"""Answers for graphs that are predicted not to fit into the memory budget, given without reading them.

Without pins a choice needs no edges: a single vertex is always an independent set and all vertices always are a cover;
all weights together bound the one from above, and nothing bounds the other from below. Where pins make a choice depend
on the edges, there is not even a bound. Fill edges cannot be named without the edges: their number is at least 0.
"""

from __future__ import annotations

from typing import TYPE_CHECKING

import numpy as np

from nearchord_service.model.answer import Answer, Column, ElementType
from nearchord_service.model.question import QuestionName
from nearchord_service.model.stage import Verdict
from nearchord_service.work.content import weight_values

if TYPE_CHECKING:
    from nearchord_service.work.port import Task

_PIECE = 1 << 20


def answer(task: Task, predicted_bytes: int) -> Answer:
    """Answer `task` BOUNDED without its graph. O(n) time when there are no pins, O(1) memory beside the choice."""
    reason = (
        f"solving {task.vertices} vertices and {task.edges} edges is predicted to take {predicted_bytes} bytes of "
        f"memory, more than the {task.budget.memory_bytes} bytes budgeted; allow at least as many to have it solved"
    )
    if not task.question.name.chooses:
        return Answer(Verdict.BOUNDED, reason, bound=(0, 1), fill_lower_bound=0)
    if task.question.must or task.question.never or not task.vertices:
        return Answer(Verdict.BOUNDED, reason)
    total, heaviest, weight = _scan(task)
    reason += "; the choice given is only the plainest feasible one"
    if task.question.name is QuestionName.VERTEX_COVER:
        everything = np.arange(task.vertices, dtype="<u4")
        return Answer(Verdict.BOUNDED, reason, (total, 1), (0, 1), columns=(_column(everything.tobytes()),))
    one = heaviest.to_bytes(4, "little")
    return Answer(Verdict.BOUNDED, reason, (weight, 1), (total, 1), columns=(_column(one),))


def _column(data: bytes) -> Column:
    return Column("chosen", ElementType.UINT32, data)


def _scan(task: Task) -> tuple[int, int, int]:
    """Return the sum of all weights, and the heaviest vertex (lowest number) with its weight."""
    if task.weights is None:
        return task.vertices, 0, 1
    values = weight_values(task.weights, task.vertices)
    total, heaviest, weight = 0, 0, -1
    for start in range(0, task.vertices, _PIECE):
        piece = values[start : start + _PIECE]
        total += int(piece.sum())
        best = int(piece.argmax())
        if int(piece[best]) > weight:
            heaviest, weight = start + best, int(piece[best])
    return total, heaviest, weight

▬▬▬▬▬▬▬▬▬▬

## INSTRUCTIONS FOR THE TASK
Produce the material above again, word for word.

## OUTPUT OF THE EXERCISE
"""Answers for graphs that are predicted not to fit into the memory budget, given without reading them.

Without pins a choice needs no edges: a single vertex is always an independent set and all vertices always are a cover;
all weights together bound the one from above, and nothing bounds the other from below. Where pins make a choice depend
on the edges, there is not even a bound. Fill edges cannot be named without the edges: their number is at least 0.
"""

from __future__ import annotations

from typing import TYPE_CHECKING

import numpy as np

from nearchord_service.model.answer import Answer, Column, ElementType
from nearchord_service.model.question import QuestionName
from nearchord_service.model.stage import Verdict
from nearchord_service.work.content import weight_values

if TYPE_CHECKING:
    from nearchord_service.work.port import Task

_PIECE = 1 << 20


def answer(task: Task, predicted_bytes: int) -> Answer:
    """Answer `task` BOUNDED without its graph. O(n) time when there are no pins, O(1) memory beside the choice."""
    reason = (
        f"solving {task.vertices} vertices and {task.edges} edges is predicted to take {predicted_bytes} bytes of "
        f"memory, more than the {task.budget.memory_bytes} bytes budgeted; allow at least as many to have it solved"
    )
    if not task.question.name.chooses:
        return Answer(Verdict.BOUNDED, reason, bound=(0, 1), fill_lower_bound=0)
    if task.question.must or task.question.never or not task.vertices:
        return Answer(Verdict.BOUNDED, reason)
    total, heaviest, weight = _scan(task)
    reason += "; the choice given is only the plainest feasible one"
    if task.question.name is QuestionName.VERTEX_COVER:
        everything = np.arange(task.vertices, dtype="<u4")
        return Answer(Verdict.BOUNDED, reason, (total, 1), (0, 1), columns=(_column(everything.tobytes()),))
    one = heaviest.to_bytes(4, "little")
    return Answer(Verdict.BOUNDED, reason, (weight, 1), (total, 1), columns=(_column(one),))


def _column(data: bytes) -> Column:
    return Column("chosen", ElementType.UINT32, data)


def _scan(task: Task) -> tuple[int, int, int]:
    """Return the sum of all weights, and the heaviest vertex (lowest number) with its weight."""
    if task.weights is None:
        return task.vertices, 0, 1
    values = weight_values(task.weights, task.vertices)
    total, heaviest, weight = 0, 0, -1
    for start in range(0, task.vertices, _PIECE):
        piece = values[start : start + _PIECE]
        total += int(piece.sum())
        best = int(piece.argmax())
        if int(piece[best]) > weight:
            heaviest, weight = start + best, int(piece[best])
    return total, heaviest, weight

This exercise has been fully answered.